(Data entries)
==============================

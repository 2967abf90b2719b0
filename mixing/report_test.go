package mixing

import (
	"errors"
	"strings"
	"testing"
)

func TestStats(t *testing.T) {
	t.Parallel()
	// Nearest-rank percentile (NIST/SEMATECH e-Handbook §7.2.6.2, the
	// "nearest rank" definition): for 1…20 the 95th is the 19th value.
	v := make([]float64, 20)
	for i := range v {
		v[20-1-i] = float64(i + 1)
	}
	s := stats(v)
	if s.N != 20 || s.Mean != 10.5 || s.P95 != 19 || s.Max != 20 {
		t.Errorf("stats(1…20) = %+v", s)
	}
	if s := stats([]float64{3}); s.P95 != 3 || s.Max != 3 {
		t.Errorf("stats(3) = %+v", s)
	}
}

func TestFitReportHeldOut(t *testing.T) {
	t.Parallel()
	r := NewFitReport([]SampleFit{
		{Name: "a", RMS: 3, DE00: 1},
		{Name: "b", RMS: 4, DE00: 2},
		{Name: "c", HeldOut: true, RMS: 100, DE00: 9},
	}, "D65", "CIE 1931 2°")
	// Pooled RMS over training samples: sqrt((9 + 16) / 2).
	if got := r.RMS; got != 3.5355339059327378 {
		t.Errorf("RMS %v", got)
	}
	if r.Training.N != 2 || r.Training.Max != 2 || r.HeldOut == nil || r.HeldOut.Max != 9 {
		t.Errorf("report %+v", r)
	}
	if r := NewFitReport([]SampleFit{{Name: "a"}}, "D65", ""); r.HeldOut != nil {
		t.Error("HeldOut must be nil without held-out samples")
	}
}

func TestLoadRejects(t *testing.T) {
	t.Parallel()
	for _, in := range []string{
		`{"schema":"other/9","kind":"lights","model":{}}`,
		`{"schema":"antipode-model/1","kind":"teapot","model":{}}`,
		`{"schema":"antipode-model/1","kind":"lights"}`,
	} {
		if _, err := Load(strings.NewReader(in)); !errors.Is(err, ErrSchema) {
			t.Errorf("%s: got %v, want ErrSchema", in, err)
		}
	}
	if _, err := Load(strings.NewReader("{not json")); err == nil {
		t.Error("bad JSON accepted")
	}
}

==============================

__REQUIRED ACTION__
Some lines above hold the word "antipode". Copy all of them.

__WRITTEN REPLY__
		`{"schema":"antipode-model/1","kind":"teapot","model":{}}`,
		`{"schema":"antipode-model/1","kind":"lights"}`,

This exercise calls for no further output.